There has got to be a better way (this is just a proof of concept). I'm questioning the efficiency gain since I am now creating an object for each look-up. The data file has about 300,000 resources...
Also note that find is returning shared pointers, not iterators. I think my design could benefit by actually implementing iterators and making the interface conform to the STL interfaces.

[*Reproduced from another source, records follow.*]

#!/bin/sh
# Benchmark of the full scan: c_t vs sc_{2t-1} for t = 6..12 and all progression
# pairs with A, A2 <= 12 (42 588 pairs). Target: under 10 minutes on a 2-core machine.
# Usage: bench/bench_scan.sh [path/to/circlet] [output dir]
set -eu
CIRCLET=${1:-build/circlet}
OUT=${2:-/tmp/circlet_bench_scan}
rm -rf "$OUT"
start=$(date +%s.%N)
"$CIRCLET" scan --t 6..12 --modulus 12 -o "$OUT"
end=$(date +%s.%N)
pairs=$(($(wc -l < "$OUT/scan.csv") - 2))
awk -v s="$start" -v e="$end" -v p="$pairs" 'BEGIN { printf "pairs %d  seconds %.1f  pairs/second %.0f\n", p, e - s, p / (e - s) }'
sed -n '3,20p' "$OUT/summary.txt"
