#!/usr/bin/env bash
# Peak memory of a large scan: the full table t = 6..30, moduli <= 24
# (2 250 000 pairs), measured with GNU time's maximum resident set size.
# The scan's memory must not grow with the number of jobs (README "Memory");
# the target is a peak below 500 MB. Takes about 4 minutes of CPU per core
# on 2 cores (8.5 min wall on a loaded machine); writes a 1.2 GB database.
#   bench/bench_scan_memory.sh [build-dir] [out-dir] [extra scan options, e.g. --verify]
set -euo pipefail
build=${1:-build}
out=${2:-$(mktemp -d /tmp/circlet-scan-memory.XXXXXX)}
shift $(( $# > 2 ? 2 : $# ))
[ -x /usr/bin/time ] || { echo "bench_scan_memory: needs GNU time (Debian package time)" >&2; exit 2; }
rm -rf "$out/scan"
/usr/bin/time -v "$build/circlet" scan --t 6..30 --modulus 24 --no-csv "$@" -o "$out/scan" \
  > "$out/stdout.txt" 2> "$out/time.txt"
rss_kb=$(awk -F: '/Maximum resident set size/ { gsub(/ /, "", $2); print $2 }' "$out/time.txt")
wall=$(awk -F': ' '/Elapsed \(wall clock\)/ { print $2 }' "$out/time.txt")
user=$(awk -F': ' '/User time/ { print $2 }' "$out/time.txt")
echo "scan t = 6..30, M = 24 $*: wall $wall, user ${user} s, peak RSS $((rss_kb / 1024)) MB"
sed -n '2,6p' "$out/scan/summary.txt"
if [ "$rss_kb" -ge $((500 * 1024)) ]; then
  echo "bench_scan_memory: peak RSS above 500 MB" >&2
  exit 1
fi
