package study

import (
	"strings"
	"testing"

	"edgewise/solver/project"
)

const keptProject = `{"schema": "edgewise/1", "physics": "heat", "width": 1, "height": 1,
 "parameters": {"h_top": 20}, "conductivity": 10,
 "edges": {"bottom": {"kind": "value", "expr": "100"}, "right": {"kind": "flux", "expr": "0"},
  "top": {"kind": "convection", "h": "h_top", "ambient": "20"}, "left": {"kind": "flux", "expr": "0"}},
 "study": %s}`

// A project keeps its study through a round trip of its file, and
// FromProject checks it against the project with paths from the top.
func TestProjectStudy(t *testing.T) {
	good := `{"schema": "edgewise-study/1", "vary": [{"name": "h_top", "from": 5, "to": 50, "steps": 3}], "report": ["max.value"]}`
	p, err := project.Decode([]byte(strings.Replace(keptProject, "%s", good, 1)))
	if err != nil {
		t.Fatal(err)
	}
	q, err := project.Decode(p.JSON())
	if err != nil {
		t.Fatal(err)
	}
	if q.Study != p.Study || !strings.Contains(p.Study, `"steps":3`) {
		t.Fatalf("study after a round trip %q, before %q", q.Study, p.Study)
	}
	s, err := FromProject(q)
	if err != nil || s.Rows() != 3 {
		t.Fatalf("FromProject: %v, %v", s, err)
	}
	for _, c := range []struct{ study, want string }{
		{`{"schema": "edgewise-study/1", "vary": [{"name": "k", "values": [1]}], "report": ["max.value"]}`, "study.vary[0].name"},
		{`{"schema": "edgewise-study/1", "vary": [{"name": "h_top", "from": 5, "to": 50, "steps": 1}], "report": ["max.value"]}`, "study.vary[0].steps"},
	} {
		p, err := project.Decode([]byte(strings.Replace(keptProject, "%s", c.study, 1)))
		if err != nil {
			t.Fatal(err)
		}
		_, err = FromProject(p)
		var pe *project.Error
		if err == nil || !errorAs(err, &pe) || pe.Path != c.want {
			t.Errorf("%s: error %v, want path %s", c.study, err, c.want)
		}
	}
	if _, err := project.Decode([]byte(strings.Replace(keptProject, "%s", `[1]`, 1))); err == nil || !strings.HasPrefix(err.Error(), "study: ") {
		t.Errorf("a study that is not an object: %v", err)
	}
}

func errorAs(err error, target **project.Error) bool {
	e, ok := err.(*project.Error)
	if ok {
		*target = e
	}
	return ok
}
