package exact

import (
	"math"
	"math/rand/v2"
	"slices"
	"testing"

	"edgewise/solver/gauss"
	"edgewise/solver/problem"
)

func mustNew(t *testing.T, w, h, kx, ky float64, a, b Part, ua, ub float64) *TwoParts {
	t.Helper()
	tp, err := New(w, h, kx, ky, a, b, ua, ub)
	if err != nil {
		t.Fatal(err)
	}
	return tp
}

// cases are two-part problems of several shapes: parts on opposite,
// adjacent and the same edges, inside edges and whole edges.
var cases = []struct {
	name         string
	w, h, kx, ky float64
	a, b         Part
}{
	{"opposite sides", 2, 1, 1, 1, Part{problem.Left, 0, 1}, Part{problem.Right, 0, 1}},
	{"motz", 2, 1, 1, 1, Part{problem.Bottom, 0, 1}, Part{problem.Right, 0, 1}},
	{"strips on one edge", 3, 1, 1, 1, Part{problem.Top, 0.2, 1.1}, Part{problem.Top, 1.7, 2.5}},
	{"strips facing", 1, 0.6, 1, 1, Part{problem.Bottom, 0.3, 0.6}, Part{problem.Top, 0.1, 0.9}},
	{"left strip, whole bottom", 0.5, 2, 1, 1, Part{problem.Left, 0.5, 1.5}, Part{problem.Bottom, 0, 0.5}},
	{"orthotropic strips", 1.2, 0.8, 40, 10, Part{problem.Right, 0.1, 0.5}, Part{problem.Top, 0.2, 0.6}},
}

// Opposite whole sides, the rest insulated: the field is linear and the
// flow is k H / W exactly (one-dimensional conduction), isotropic and
// orthotropic (the flow is then kx H / W).
func TestOppositeSides(t *testing.T) {
	for _, c := range []struct{ w, h, kx, ky float64 }{{2, 1, 1, 1}, {0.3, 1.7, 5, 5}, {1, 1, 40, 10}, {4, 0.5, 2, 30}} {
		tp := mustNew(t, c.w, c.h, c.kx, c.ky, Part{problem.Left, 0, c.h}, Part{problem.Right, 0, c.h}, 10, 35)
		if got, want := tp.Conductance(), c.kx*c.h/c.w; math.Abs(got/want-1) > 1e-13 {
			t.Errorf("%v: conductance %.16g, want %.16g", c, got, want)
		}
		for _, f := range [][2]float64{{0.1, 0.5}, {0.5, 0.01}, {0.93, 0.99}, {0.5, 0.5}} {
			x, y := f[0]*c.w, f[1]*c.h
			u, ux, uy := tp.At(x, y)
			want := 10 + 25*x/c.w
			if math.Abs(u-want) > 1e-12*35 || math.Abs(ux-25/c.w) > 1e-11*25/c.w || math.Abs(uy) > 1e-11*25/c.w {
				t.Errorf("%v at (%g, %g): u %.15g grad (%g, %g), want %.15g (%g, 0)", c, x, y, u, ux, uy, want, 25/c.w)
			}
			if v := tp.Value(x, y); math.Abs(v-u) > 1e-12*35 {
				t.Errorf("%v at (%g, %g): Value %.15g, At %.15g", c, x, y, v, u)
			}
		}
	}
}
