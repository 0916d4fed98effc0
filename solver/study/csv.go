package study

import (
	"strings"
	"unicode"
	"unicode/utf8"
)

// AppendCSV appends record as one CSV line ending in "\n", exactly as
// encoding/csv's Writer writes it with its defaults (the runner's output),
// without that package: the WebAssembly bridge formats the page's study
// download with it and stays smaller.
func AppendCSV(b []byte, record []string) []byte {
	for i, f := range record {
		if i > 0 {
			b = append(b, ',')
		}
		if !needsQuotes(f) {
			b = append(b, f...)
			continue
		}
		b = append(b, '"')
		b = append(b, strings.ReplaceAll(f, `"`, `""`)...)
		b = append(b, '"')
	}
	return append(b, '\n')
}

// needsQuotes is encoding/csv's rule for a comma-separated field.
func needsQuotes(f string) bool {
	if f == "" {
		return false
	}
	if f == `\.` || strings.ContainsAny(f, ",\"\r\n") {
		return true
	}
	r, _ := utf8.DecodeRuneInString(f)
	return unicode.IsSpace(r)
}
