package study

import (
	"fmt"
	"runtime"
	"strings"
	"testing"

	"edgewise/solver"
	"edgewise/solver/project"
)

// BenchmarkStudy1000 runs a 1,000-case study (40 convection coefficients on
// a log scale times 25 conductivities) of the plate project at the default
// output grid (200 x 67, the project's own grid taken out), with one worker and with one per core. One op is
// the whole study.
func BenchmarkStudy1000(b *testing.B) {
	p, s := benchStudy(b, 40, 25)
	for _, workers := range []int{1, runtime.GOMAXPROCS(0)} {
		b.Run(fmt.Sprintf("j=%d", workers), func(b *testing.B) {
			for b.Loop() {
				failed, err := s.Sweep(p, Config{Workers: workers, Options: solver.Options{}}, func(Row) error { return nil })
				if err != nil || failed != 0 {
					b.Fatalf("%d failed, %v", failed, err)
				}
			}
		})
	}
}

// BenchmarkStudy50 is the page's target case: 50 cases (10 x 5) at the
// default grid, one after the other on one Solver as the page's worker
// would run them with Study.Run. Run it as WebAssembly under Node to
// measure what the page can expect:
//
//	GOOS=js GOARCH=wasm go test -run XXX -bench Study50 -exec "$(go env GOROOT)/lib/wasm/go_js_wasm_exec" ./solver/study
func BenchmarkStudy50(b *testing.B) {
	p, s := benchStudy(b, 10, 5)
	var sv solver.Solver
	for b.Loop() {
		for i := range s.Rows() {
			if r := s.Run(p, i, &sv, solver.Options{}); r.Err != nil {
				b.Fatal(r.Err)
			}
		}
	}
}

// benchStudy is the plate of testdata/study at the default grid (200 x 67)
// with nh convection coefficients on a log scale times nk conductivities.
func benchStudy(b *testing.B, nh, nk int) (*project.Project, *Study) {
	proj := strings.Replace(string(load(b, "plate.json")), `"grid": {"nx": 60, "ny": 20}, `, ``, 1)
	proj = strings.Replace(proj, `,
  "grid": {"nx": 60, "ny": 20}`, ``, 1)
	p, s := decodeBoth(b, []byte(proj), []byte(fmt.Sprintf(`{"schema": "edgewise-study/1",
	  "vary": [{"name": "h_top", "from": 5, "to": 500, "steps": %d, "scale": "log"},
	           {"name": "k_plate", "from": 20, "to": 400, "steps": %d}],
	  "report": ["max.value", "probes.T1.value", "edges.top.flow", "balance"]}`, nh, nk)))
	if p.Grid != nil || s.Rows() != nh*nk {
		b.Fatalf("grid %v, %d rows", p.Grid, s.Rows())
	}
	return p, s
}
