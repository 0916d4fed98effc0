package study

import (
	"fmt"
	"runtime"
	"strings"
	"testing"

	"edgewise/solver"
)

// BenchmarkStudy1000 runs a 1,000-case study (40 convection coefficients on
// a log scale times 25 conductivities) of the plate project at the default
// output grid (200 x 67), with one worker and with one per core. One op is
// the whole study.
func BenchmarkStudy1000(b *testing.B) {
	proj := strings.Replace(string(load(b, "plate.json")), `"grid": {"nx": 60, "ny": 20}`, `"grid": {"nx": 200, "ny": 67}`, 1)
	p, s := decodeBoth(b, []byte(proj), []byte(`{"schema": "edgewise-study/1",
	  "vary": [{"name": "h_top", "from": 5, "to": 500, "steps": 40, "scale": "log"},
	           {"name": "k_plate", "from": 20, "to": 400, "steps": 25}],
	  "report": ["max.value", "probes.T1.value", "edges.top.flow", "balance"]}`))
	if s.Rows() != 1000 {
		b.Fatalf("%d rows", s.Rows())
	}
	for _, workers := range []int{1, runtime.GOMAXPROCS(0)} {
		b.Run(fmt.Sprintf("j=%d", workers), func(b *testing.B) {
			for b.Loop() {
				failed, err := s.Sweep(p, Config{Workers: workers, Options: solver.Options{}}, func(Row) error { return nil })
				if err != nil || failed != 0 {
					b.Fatalf("%d failed, %v", failed, err)
				}
			}
		})
	}
}
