package study

import (
	"math"
	"math/rand/v2"
	"testing"
)

// pow agrees with math.Pow to within two ulps (each is within an ulp of the true value) (exactly where math.Pow
// runs the same Go code, as in WebAssembly), and exp and log with math's.
func TestPortablePow(t *testing.T) {
	rng := rand.New(rand.NewPCG(1, 2))
	ulps := func(a, b float64) float64 {
		return math.Abs(a-b) / (math.Nextafter(math.Abs(b), math.Inf(1)) - math.Abs(b))
	}
	for range 20000 {
		x := math.Exp(rng.Float64()*60 - 30)
		y := rng.Float64()
		if d := ulps(pow(x, y), math.Pow(x, y)); d > 2 {
			t.Fatalf("pow(%g, %g) = %.17g, math.Pow %.17g (%g ulp)", x, y, pow(x, y), math.Pow(x, y), d)
		}
		if d := ulps(exp(y*20-10), math.Exp(y*20-10)); d > 2 {
			t.Fatalf("exp(%g) is %g ulp from math.Exp", y*20-10, d)
		}
		if d := ulps(log(x), math.Log(x)); d > 2 && math.Abs(log(x)) > 1e-3 {
			t.Fatalf("log(%g) is %g ulp from math.Log", x, d)
		}
	}
	for _, c := range []struct{ x, y, want float64 }{{100, 0.5, 10}, {7, 0, 1}, {7, 1, 7}, {1, 0.3, 1}} {
		if got := pow(c.x, c.y); got != c.want {
			t.Errorf("pow(%g, %g) = %.17g, want %g", c.x, c.y, got, c.want)
		}
	}
}
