package series

import (
	"cmp"
	"errors"
	"fmt"
	"math"
	"runtime"
	"slices"
	"strconv"
	"sync"

	"edgewise/solver/linalg"
	"edgewise/solver/problem"
)

// Mixed edges (problem.Edge.Parts): the conditions change along an edge,
// and a convection coefficient may vary along it.
//
// Method (a dual formulation with singular enrichment). Each mixed edge is
// solved as a VALUE edge of an unmixed problem (the "inner" problem, which
// the series solves as any other), whose value on the edge's value parts
// is the user's and on each run of flux and convection parts (a span) an
// unknown polynomial v(s) = sum_j a_j T_j(tau), tau mapping the span onto
// [-1, 1]. Where a value part meets a flux or convection part the field
// grows like r^(1/2) (a gradient like r^(-1/2)), which no polynomial
// carries: the singular family of the edge (mixedfamily.go), the
// functions F_ij = Re(c_i (zeta - z_i)^(j + 1/2)) of each meeting z_i,
// carries it analytically. Each vanishes on the value side of its meeting
// and has no normal derivative on the other side, along the whole line of
// the edge; what it puts elsewhere (beyond the other meetings, on the
// other edges) is smooth and goes into the inner problem's data. The
// field is
//
//	u = inner(a, b) + sum_k b_k F_k,
//
// linear in the unknowns a (polynomials) and b (family). The conditions of
// the flux and convection parts (entering flux = q, or = h(s) (ambient - u))
// are collocated at Chebyshev points of each span, and the inner data are
// held smooth where a span meets a value part and continuous where it
// meets a value condition at a corner, by construction (see span), so
// that the inner problem has no break there; the system is solved in the
// least-squares sense by a singular value decomposition (linalg.MinNorm). Each unknown's
// response is one series solve of the inner problem with that unknown's
// data alone (the series is linear in its data); the answer is one more
// series solve with the fitted data.
//
// Accuracy: the residual of the flux and convection conditions is checked
// at places between the collocation points; a flux residual r over a span
// of length l moves the field by about r l / k, which is added to the
// series' own estimate. If that is above the target the polynomials and
// the family grow (mixedLevels), and the level with the smallest estimate
// is kept; when that misses the target a warning says so and gives the
// estimate (not converged above mixedUnconverged of the data's range).
//
// Why this method: the singular family makes the meetings exact in form
// (the coefficients of r^(1/2), r^(3/2) ... are fitted, not approximated by
// a series), so values, gradients away from the meetings, and flows and
// means of every part converge fast; the alternative dual-series route
// (weighted Chebyshev fluxes on the value parts) needs the series kernel
// split into its logarithmic and smooth parts for every edge basis, which
// this engine's four families of bases would each need anew.

// Sizes of the fit, by level: polynomial terms per span, family members
// per meeting (plus two), collocation points per unknown.
var mixedLevels = [...]struct{ poly, perMeet int }{{10, 4}, {16, 6}}

const (
	mixedRowsPer   = 3     // collocation points per unknown of a span
	mixedRcond     = 1e-10 // singular values treated as zero, relative
	mixedCheckEach = 4     // check places per collocation interval
	// a level beyond the first is tried only up to this many unknowns
	mixedMaxUnknowns = 200
	// each unknown's response: its errors enter the fit, which the check
	// of the final field measures; the final field is solved to Options.Tol
	mixedResponseTol   = 1e-9
	mixedResponseTerms = 512
)

// mixedEdge is one mixed edge, as the solver sees it.
type mixedEdge struct {
	side   problem.Side
	e      problem.Edge
	L      float64
	value  []bool    // part i holds a value
	meets  []float64 // where a value part meets another kind, or a holding step of h (holdSteps)
	before []bool    // for each meeting: the value (or holding) side is before it
	logs   []bool    // for each meeting: a step of flux or of h inside a span (log functions)
	fam    *family   // nil without meetings
	famOff int
	spans  []span
}

// span is a run of flux and convection parts of a mixed edge. Its inner
// data are
//
//	v(tau) = sum_c d_c Phi_c(tau) + B(tau) sum_j a_j T_j(tau)
//
// where the conditions c pin v and its first three derivatives to the
// inner data of the value part it meets inside the edge (the regular part
// of the field continues the value data analytically across a meeting),
// or v to a value condition it meets at a corner: Phi_c are the cardinal
// polynomials of those conditions and B = (1 + tau)^pl (1 - tau)^ph
// vanishes to the matching order (pl, ph: 4 at a meeting, 1 at a value
// corner, 0 at a free end). So every unknown's data, and the user's, are
// smooth to the third derivative at the meetings: no unknown puts a break
// into the inner problem, and the series converge fast.
type span struct {
	from, to   float64
	first, end int // parts first .. end-1
	off, m     int // its coefficients a_j in the unknowns
	rows       []float64
	pl, ph     int
	conds      []cond
	phi        [][]float64 // Phi_c as monomial coefficients in tau
}

// cond is one pinning condition of a span end: the value (order 0) or a
// derivative along s of the inner data of edge side at s, from the side
// dir.
type cond struct {
	at    float64 // tau: -1 or 1
	order int
	side  problem.Side
	s     float64
	dir   int
}

func (sp *span) tau(s float64) float64 { return (2*s - sp.from - sp.to) / (sp.to - sp.from) }

// cheb writes T_j(tau) and their derivatives by tau.
func cheb(tau float64, t, dt []float64) {
	t0, t1, d0, d1 := 1.0, tau, 0.0, 1.0
	for j := range t {
		switch j {
		case 0:
			t[j], dt[j] = 1, 0
		case 1:
			t[j], dt[j] = tau, 1
		default:
			t0, t1, d0, d1 = t1, 2*tau*t1-t0, d1, 2*t1+2*tau*d1-d0
			t[j], dt[j] = t1, d1
		}
	}
}

// mixedSolver holds a problem with mixed edges and its unknowns.
type mixedSolver struct {
	pr     *problem.Problem // the user's problem
	opt    Options
	edges  []*mixedEdge
	bySide [4]*mixedEdge
	n      int // unknowns
}

// simplify returns p with every mixed edge that is no more than a one-
// condition edge with breaks (all parts values; all fluxes or insulated;
// all convection with one constant h) written as that edge.
func simplify(p *problem.Problem) *problem.Problem {
	q := *p
	for _, side := range problem.Sides {
		e := p.Edges[side]
		if !e.Mixed() {
			continue
		}
		L := p.Length(side)
		kind, h, same := e.Parts[0].Kind, -1.0, true
		for i, part := range e.Parts {
			k := part.Kind
			if k == problem.Convection {
				from, to := e.PartRange(i, L)
				hc, constant := ConstantH(part.Hc, from, to)
				if constant && hc == 0 {
					k = problem.Flux // insulated
				} else if !constant || (h >= 0 && hc != h) {
					same = false
				} else {
					h = hc
				}
			}
			if i == 0 {
				kind = k
			}
			same = same && k == kind
		}
		if !same {
			continue
		}
		parts := e.Parts
		f := func(s float64) float64 {
			i := e.PartAt(s)
			if parts[i].Kind == problem.Convection && kind == problem.Flux {
				return 0
			}
			return parts[i].F(s)
		}
		q.Edges[side] = problem.Edge{Kind: kind, F: f, Hc: max(h, 0)}
	}
	return &q
}

// ConstantH samples h at 65 places over [from, to] and reports whether it
// is one number, and which.
func ConstantH(h func(float64) float64, from, to float64) (float64, bool) {
	v := h(from)
	for i := 1; i <= 64; i++ {
		if h(from+(to-from)*float64(i)/64) != v {
			return 0, false
		}
	}
	return v, true
}

// solveMixed solves a problem with mixed edges (see the method above).
func solveMixed(p *problem.Problem, opt Options) (Field, error) {
	if err := p.Validate(); err != nil {
		return nil, err
	}
	q := simplify(p)
	if !mixed(q) {
		breaks, err := FindBreaks(q)
		if err != nil {
			return nil, err
		}
		f, err := SolveBreaks(q, breaks, opt)
		if err != nil {
			return nil, err
		}
		return &mixedField{pr: p, inner: f}, nil
	}
	var last *mixedField
	opt.cache = newProjCache()
	for level := range mixedLevels {
		ms := newMixedSolver(q, opt, level)
		if level > 0 && ms.n > mixedMaxUnknowns {
			break // many meetings: the first level's answer stands, with its estimate
		}
		mf, err := ms.solve()
		if err != nil {
			return nil, err
		}
		mf.pr = p
		if last == nil || mf.ErrorEstimate() < last.ErrorEstimate() {
			last = mf // the best level so far
		}
		if mf.ErrorEstimate() <= mf.target {
			break
		}
	}
	if est := last.ErrorEstimate(); est > mixedUnconverged*last.scale {
		last.warnings = append(last.warnings, problem.Warning{Code: problem.NotConverged, Edges: last.mixedSides(),
			Text: fmt.Sprintf("The conditions along the mixed edges were met only to an estimated %.3g in the field "+
				"(%.2g of the data's range): the numbers are not reliable.", est, est/last.scale)})
	} else if est > last.target {
		last.warnings = append(last.warnings, problem.Warning{Code: problem.TermLimit, Edges: last.mixedSides(),
			Text: fmt.Sprintf("The conditions along the mixed edges were met to an estimated %.3g in the field "+
				"(%.2g of the data's range), above the engine's usual target.", est, est/last.scale)})
	}
	return last, nil
}

func newMixedSolver(p *problem.Problem, opt Options, level int) *mixedSolver {
	ms := &mixedSolver{pr: p, opt: opt}
	lv := mixedLevels[level]
	// many meetings (up to 63 on an edge of 64 segments): fewer functions
	// each, so that the fit stays a few hundred unknowns
	meets := 0
	for _, e := range p.Edges {
		for i := 1; i < len(e.Parts); i++ {
			if (e.Parts[i].Kind == problem.Value) != (e.Parts[i-1].Kind == problem.Value) {
				meets++
			}
		}
	}
	if meets > 6 {
		lv.poly, lv.perMeet = 6, 1
	}
	c := math.Sqrt(p.Kx / p.Ky)
	for _, side := range problem.Sides {
		e := p.Edges[side]
		if !e.Mixed() {
			continue
		}
		me := &mixedEdge{side: side, e: e, L: p.Length(side)}
		for _, part := range e.Parts {
			me.value = append(me.value, part.Kind == problem.Value)
		}
		for i := 1; i < len(e.Parts); i++ {
			if me.value[i] != me.value[i-1] {
				me.meets = append(me.meets, e.Parts[i-1].To)
				me.before = append(me.before, me.value[i-1])
				me.logs = append(me.logs, false)
			}
		}
		ms.holdSteps(me)
		corners := ms.valueCorners(me)
		if len(me.meets)+len(corners) > 0 {
			ts := 1.0
			kappa := math.Sqrt(p.Kx * p.Ky)
			if side == problem.Left || side == problem.Right {
				ts, kappa = c, p.Kx
			}
			lm := me.L * ts
			per := lv.perMeet + 2
			fam := &family{fr: newFrame(p, side), centre: lm / 2, half: lm / 2,
				per: per, n: per * (len(me.meets) + len(corners)), kappa: kappa, ts: ts}
			for i, s := range me.meets {
				fam.z = append(fam.z, complex((s*ts-fam.centre)/fam.half, 0))
				c := complex(1, 0) // the value part (or holding side) before the meeting
				if !me.before[i] {
					c = complex(0, -1)
				}
				fam.c = append(fam.c, c)
			}
			fam.logs = append([]bool(nil), me.logs...)
			if len(corners) > 0 {
				fam.corner = make([]int8, len(me.meets), len(me.meets)+len(corners))
				for _, end := range corners {
					fam.z = append(fam.z, complex(float64(2*end-1), 0))
					fam.c = append(fam.c, 1)
					fam.logs = append(fam.logs, false)
					fam.corner = append(fam.corner, int8(2*end-1))
				}
			}
			me.fam, me.famOff = fam, ms.n
			ms.n += fam.n
		}
		for i := 0; i < len(e.Parts); {
			if me.value[i] {
				i++
				continue
			}
			j := i
			for j < len(e.Parts) && !me.value[j] {
				j++
			}
			from, _ := e.PartRange(i, me.L)
			_, to := e.PartRange(j-1, me.L)
			me.spans = append(me.spans, span{from: from, to: to, first: i, end: j, off: ms.n, m: lv.poly})
			ms.n += lv.poly
			i = j
		}
		ms.edges = append(ms.edges, me)
		ms.bySide[side] = me
	}
	for _, me := range ms.edges {
		for k := range me.spans {
			ms.pin(me, &me.spans[k])
		}
	}
	return ms
}

// valueCorners returns the ends of edge me (0 start, 1 end) where a flux
// or convection part meets a corner whose other edge holds a value there:
// the family's corner members (see family) carry the field's r ln r
// there.
func (ms *mixedSolver) valueCorners(me *mixedEdge) []int {
	var out []int
	for end := 0; end < 2; end++ {
		i := 0
		if end == 1 {
			i = len(me.value) - 1
		}
		if me.value[i] {
			continue
		}
		c := cornerAt(me.side, end == 1)
		other := problem.Side(c)
		if other == me.side {
			other = problem.Side((c + 3) % 4)
		}
		if kind, _ := endCondition(ms.pr, other, edgeEnd(other, c)); kind == problem.Value {
			out = append(out, end)
		}
	}
	return out
}

// pin sets the conditions of a span's two ends (see span).
func (ms *mixedSolver) pin(me *mixedEdge, sp *span) {
	for end, s := range [2]float64{sp.from, sp.to} {
		at, dir := -1.0, -1 // the value part or corner lies before s
		if end == 1 {
			at, dir = 1, 1
		}
		order := 0
		switch {
		case s != 0 && s != me.L: // a value part inside the edge
			for k := 0; k < 4; k++ {
				sp.conds = append(sp.conds, cond{at: at, order: k, side: me.side, s: s, dir: dir})
			}
			order = 4
		default:
			c := cornerAt(me.side, end == 1)
			other := problem.Side(c)
			if other == me.side {
				other = problem.Side((c + 3) % 4)
			}
			so := float64(edgeEnd(other, c)) * ms.pr.Length(other)
			kind, _ := endCondition(ms.pr, other, edgeEnd(other, c))
			// a value condition there pins the end; so does a span of a
			// mixed edge earlier in the order of sides (no cycles)
			if kind == problem.Value || (ms.bySide[other] != nil && other < me.side) {
				odir := 1
				if so != 0 {
					odir = -1
				}
				sp.conds = append(sp.conds, cond{at: at, side: other, s: so, dir: odir})
				order = 1
			}
		}
		if end == 0 {
			sp.pl = order
		} else {
			sp.ph = order
		}
	}
	// cardinal polynomials: sum_k p_k tau^k with the conditions' values
	n := len(sp.conds)
	a := make([]float64, n*n)
	for r, c := range sp.conds {
		for k := c.order; k < n; k++ {
			f := 1.0 // k!/(k - order)!
			for j := 0; j < c.order; j++ {
				f *= float64(k - j)
			}
			a[r*n+k] = f * math.Pow(c.at, float64(k-c.order))
		}
	}
	for c := 0; c < n; c++ {
		rhs := make([]float64, n)
		rhs[c] = 1
		p, err := linalg.Solve(a, rhs)
		if err != nil {
			p = make([]float64, n) // cannot happen: the conditions are independent
		}
		sp.phi = append(sp.phi, p)
	}
}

If the set of types to be stored is finite small, what about a boost::variant?
What are you trying to store in the container?
Come to think of it, type erasure is probably more efficient than boost::shared_ptr to begin win.
Each shared_ptr allocation requires two memory allocations. Each type erasure instance requires
only one. The difference is on a shared_ptr you can call functions directly. With type erasure
each function call on the underlying type requires two functions calls, one of them being a virtual
function. But my guess is that one memory allocations equals thousands of virtual function calls.
Note that each of the resources have three parts: a key, type, and value.
My current design is templated by type with an additional bool template parameter to flag aliases (because aliases are stored as a string, too). I'm not confident that this is the best way to model the data. My goal is to be able to read in the file, store it in a data structure, and allow the user to look-ups specific keys (like "en_US/Numbers/1") and change their names/values/composition.